Diane Carbonell is passionate about weight loss. Subscribe to regular blog updates and receive the latest information on weight loss, weight maintenance, and healthy living. Keep up with Diane by following her on Facebook, Twitter, or Pinterest.

Comments

  1. I’m not as camera shy as I used to be, but I still have many negative reactions when I look at a photo. My eyes always zoom into that one spot of my body that is bulging out (or many parts that look terrible). It definitely motivates me to change. Like you, I don’t have many good ‘before’ photos because I was so camera shy – or was hiding behind someone. It was both a photo and a number on the scale that made me stop in my tracks and start working to make a change. I’m still waiting for (working towards) the day when I can pose for a picture without worry.
    PlumPetals recently posted…When I CanMy Profile

  2. YES!!!
    people a little bit grew annoyed by my monday post—but it was my truth.
    my realization I sometimes accidentally subconsciously lie with my lens.

  3. Thank you for posting this!

    I have a picture of myself that I don’t want anyone to see, yet I keep it, not sure why.

    Even if I’m happy with the way I look now, I definitely don’t always like the pictures! Not very photogenic I guess. The nice thing is with new cameras you can take thousands of pic and keep the one that came out good! LOL
    HappinessSavouredHot recently posted…Ten yearsMy Profile

  4. I have a love/hate relationship with my camera. I love taking pictures of things (I was a professional photographer for a while, after all) but I hate seeing myself. It doesn’t matter if I’m fat or thin, it’s seeing me at all. When my mom got our wedding pictures she was just gushing about what a beautiful bride I was, and I was so excited to see. But it was just a picture of ME and I was so disappointed. I don’t know what I had thought I was going to see, but clearly it was “someone else”. That, unfortunately, hasn’t changed much.
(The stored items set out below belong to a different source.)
class _Group:
    """Every layout of one body length, stacked for numpy (capacity doubles)."""

    _ARRAYS = ("fixed", "mask", "offset", "code", "route", "source")

    def __init__(self, length: int, roles: int) -> None:
        self.n = 0
        self.fixed = np.zeros((4, length), np.uint8)
        self.mask = np.zeros((4, length), np.uint8)
        self.offset = np.zeros((4, roles), np.intp)
        self.code = np.zeros((4, roles), np.intp)
        self.route = np.zeros(4, np.intp)
        self.source = np.zeros(4, np.intp)

    def add_block(self, layout: Layout, slots: tuple, routes: list[int], source: int) -> int:
        """Rows for ``layout`` once per route in ``routes``; returns the first. O(k)."""
        k = len(routes)
        if self.n + k > self.route.shape[0]:
            cap = max(2 * self.route.shape[0], self.n + k)
            for name in self._ARRAYS:
                old = getattr(self, name)
                new = np.zeros((cap, *old.shape[1:]), old.dtype)
                new[:self.n] = old[:self.n]
                setattr(self, name, new)
        i, j = self.n, self.n + k
        self.fixed[i:j] = np.frombuffer(layout.fixed, np.uint8)
        self.mask[i:j] = np.frombuffer(layout.mask, np.uint8)
        offset, code = zip(*slots, strict=True)
        self.offset[i:j], self.code[i:j] = offset, code
        self.route[i:j], self.source[i:j] = routes, source
        self.n = j
        return i


class LayoutTable:
    """Layouts by (topic, body length), and the numpy reader of bodies that fit them.

    Parameters
    ----------
    width : int
        The most fields any stream has (the width of ``Readout.values``).

    Attributes
    ----------
    routes : list
        What :meth:`add` was given as each layout's route, by ``Readout.route``.
    sources : list of str
        Source strings by ``Readout.source``.
    """

    def __init__(self, width: int) -> None:
        self.width = width
        self.routes: list = []
        self.sources: list[str] = []
        self._groups: dict[int, _Group] = {}
        self._topic_ids: dict[bytes, int] = {}
        self._rows: dict[int, int] = {}     # topic id << 32 | length -> row in its group
        self._route_ids: dict = {}
        self._source_ids: dict[str, int] = {}
        self._keys = self._values = np.zeros(0, np.int64)   # _rows, sorted, for numpy
        self._bytes = 0                     # fixed bytes and masks kept, forgotten included
        # what each kept layout was added with, and whether it was found since the table
        # last filled: a full table keeps those (least recently used go first)
        self._added: dict[int, tuple[bytes, Layout, object]] = {}
        self._used: set[int] = set()        # keys found, from earlier sorted arrays
        self._hits = np.zeros(0, bool)      # found, beside the sorted keys (no Python per hit)

    def __len__(self) -> int:
        return len(self._rows)

    def add(self, topic: bytes, layout: Layout, route: object) -> None:
        """Keep ``layout`` for ``topic`` (replacing an older one of the same length).
        Amortised O(len(layout) + layouts kept), as the lookup arrays are rebuilt."""
        self.add_many([(topic, layout, route)])

    def add_many(self, items: list[tuple[bytes, Layout, object]]) -> None:
        """``add`` for many (topic, layout, route) at once: the items that share a layout
        (many topics of one shape) are written to their group's arrays together, and
        the lookup arrays are rebuilt once. A table that would overflow first keeps
        only the layouts used since it last filled; items beyond what it can hold then
        are not kept (their bodies are decoded the general way).
        O(items + sum of distinct layouts' lengths + layouts kept)."""
        need = len(items)
        size = sum(3 * len(layout.fixed) for _, layout, _ in items)
        if sum(g.n for g in self._groups.values()) + need > _TABLE_LIMIT \
                or self._bytes + size > _TABLE_BYTES:
            self._keep_used()
            room = _TABLE_LIMIT - sum(g.n for g in self._groups.values())
            items = items[:max(0, room)]
            while items and self._bytes + sum(3 * len(lay.fixed) for _, lay, _ in items) \
                    > _TABLE_BYTES:
                items = items[:len(items) // 2]
        shapes: dict[int, list] = {}
        for item in items:
            shapes.setdefault(id(item[1]), []).append(item)
        route_ids, topic_ids, rows, added = self._route_ids, self._topic_ids, self._rows, \
            self._added
        for same in shapes.values():
            layout = same[0][1]
            length = len(layout.fixed)
            self._bytes += 3 * length * len(same)   # fixed bytes, mask, the Layout to re-add
            group = self._groups.get(length)
            if group is None:
                group = self._groups[length] = _Group(length, self.width + 3)
            d = len(layout.slots) - 3
            # field slots first, padded with ABSENT to the widest stream, then weight,
            # time, seq
            slots = layout.slots[:d] + ((0, ABSENT),) * (self.width - d) + layout.slots[d:]
            source_id = -1
            if layout.source is not None:
                source_id = self._source_ids.setdefault(layout.source, len(self.sources))
                if source_id == len(self.sources):
                    self.sources.append(layout.source)
            routes = []
            for _, _, route in same:
                route_id = route_ids.setdefault(route, len(self.routes))
                if route_id == len(self.routes):
                    self.routes.append(route)
                routes.append(route_id)
            first = group.add_block(layout, slots, routes, source_id)
            for k, (topic, _, route) in enumerate(same):
                key = topic_ids.setdefault(topic, len(topic_ids)) << 32 | length
                rows[key] = first + k
                added[key] = (topic, layout, route)
        self._stale()

    def _keep_used(self) -> None:
        """Start the table afresh with only the layouts found since it last filled (all
        of them dropped when those alone would fill it). O(layouts kept)."""
        self._fold_hits()
        kept = [self._added[k] for k in self._used if k in self._rows]
        self.__init__(self.width)    # type: ignore[misc]
        if kept and sum(3 * len(layout.fixed) for _, layout, _ in kept) * 2 <= _TABLE_BYTES \
                and len(kept) * 2 <= _TABLE_LIMIT:
            self.add_many(kept)

    def forget(self, topic: bytes, length: int) -> None:
        """Drop the layout of ``topic`` at ``length`` (the next body of it is learnt anew)."""
        topic_id = self._topic_ids.get(topic)
        if topic_id is not None and self._rows.pop(topic_id << 32 | length, None) is not None:
            self._added.pop(topic_id << 32 | length, None)
            self._stale()

    def _fold_hits(self) -> None:
        if self._keys is not None and self._hits.any():
            self._used.update(self._keys[self._hits].tolist())
            self._hits[:] = False

    def _stale(self) -> None:
        """The sorted arrays no longer match the kept layouts: keep what they found."""
        self._fold_hits()
        self._keys = None

    def find(self, topics: tuple[bytes, ...], lengths: np.ndarray) -> np.ndarray:
        """Each message's layout row in its length's group, -1 for none. O(n log L)."""
        if self._keys is None:
            keys = np.fromiter(self._rows, np.int64, len(self._rows))
            order = np.argsort(keys)
            self._keys = keys[order]
            self._values = np.fromiter(self._rows.values(), np.int64, len(self._rows))[order]
            self._hits = np.zeros(self._keys.size, bool)
        if not self._keys.size:
            return np.full(lengths.shape[0], -1, np.int64)
        ids = np.fromiter(map(self._topic_ids.get, topics, repeat(-1)), np.int64, len(topics))
        code = ids << 32 | lengths
        at = np.minimum(np.searchsorted(self._keys, code), self._keys.size - 1)
        hit = (self._keys[at] == code) & (ids >= 0)
        self._hits[at[hit]] = True
        return np.where(hit, self._values[at], -1)

    def read(self, length: int, rows: np.ndarray, bodies: list[bytes]) -> Readout:
        """Check ``bodies`` (each ``length`` bytes, with layout rows ``rows`` of that
        length's group) against their layouts and read every slot.

        O(total bytes) in a fixed number of numpy operations: no Python per body.
        """
        g = self._groups[length]
        m = len(bodies)
        raw = np.frombuffer(b"".join(bodies), np.uint8).reshape(m, length)
        ok = ~((raw ^ g.fixed[rows]) & g.mask[rows]).any(axis=1)
        # each payload left-aligned in a big-endian 8-byte word: pad bodies with 8 zeros
        stride = length + 8
        padded = np.zeros((m, stride), np.uint8)
        padded[:, :length] = raw
        offset, code = g.offset[rows], g.code[rows]

        def words(role: int) -> np.ndarray:
            at = offset[:, role]
            if (at == at[0]).all():
                chosen = padded[:, at[0]:at[0] + 8]
            else:
                chosen = padded.ravel()[(np.arange(m) * stride + at)[:, None] + _EIGHT]
            return np.ascontiguousarray(chosen).view(">u8").ravel().astype(np.uint64)

        def number(role: int) -> tuple[np.ndarray, np.ndarray]:
            c = code[:, role]
            has = c != ABSENT
            if not has.any():
                return np.full(m, np.nan), has
            return _decode(words(role), c), has

        w = self.width
        values = np.empty((m, w))
        for r in range(w):
            values[:, r] = number(r)[0]
        weight, has_weight = number(w)
        when, has_time = number(w + 1)
        has_seq = code[:, w + 2] != ABSENT
        seq = np.zeros(m, np.uint64)
        if has_seq.any():
            seq = np.where(has_seq, words(w + 2) >> _SHIFT[code[:, w + 2]], np.uint64(0))
        return Readout(ok=ok, values=values, weight=weight, has_weight=has_weight,
                       time=when, has_time=has_time, seq=seq, has_seq=has_seq,
                       route=g.route[rows], source=g.source[rows])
    I do have a few pictures I like where I am in them, but they’re about the situation. One of my favorites is one of my daughter hugging me. I love it because you can tell she loves me. I think I wish I only saw pictures for their visual content, rather than their meaning. A picture of me fat doesn’t spur me to action any more than seeing one of me thin. I see so much more than that, I kind of wish I only saw the image instead. I now make an effort to appear in more pictures with my children, but for a long time the pictures made it seem as if I didn’t exist in the family at all because there is no evidence of me at all save for the fact that someone had to hold the camera!
    Kyra recently posted…Energy CycleMy Profile

  5. I just wrote a post entitled “Why’d I start” and I remember the exact day, April 16, 2013 and I had just gotten back from vacation and was going through photos and I felt fat in EVERY SINGLE ONE. I had a hard time walking and keeping up, I was winded, I had no energy to get active and I knew I needed to change. Crazy that we can look at ourselves daily and not realize what we look like, but see ourselves in a photo and know we need to change.
    Shannon Tatlock recently posted…It’s Award Season in Bloggerland!My Profile

  6. I never think I look or portray what the camera shows.. I do try to look my best when a pic is taken only because I take horrible pics so the ones that are more candid – well… not good! ;)

    I also have lines on my forehead that make me look mad or so people say when I am not mad & my eyes are deep set so people think I am tired when I am not…
    Jody – Fit at 56 recently posted…The Makings of the Best Diet Ever!My Profile

  7. For many years I avoided having my picture taken because of my weight. Because of this I have few pictures of me at my heaviest. I was always the picture taker and that gave me a way out of being “in” the picture. Now, I am happy to have my picture taken since I am at a happy healthy place (notice I did not say perfect) as I am accepting my 50 year old jiggly bits as they are healthy!!!!

  8. I quietly discarded a photo of me, my husband, his daughter and her husband on their wedding day. (There were other wedding pictures that I didn’t touch, the ones without me in them.)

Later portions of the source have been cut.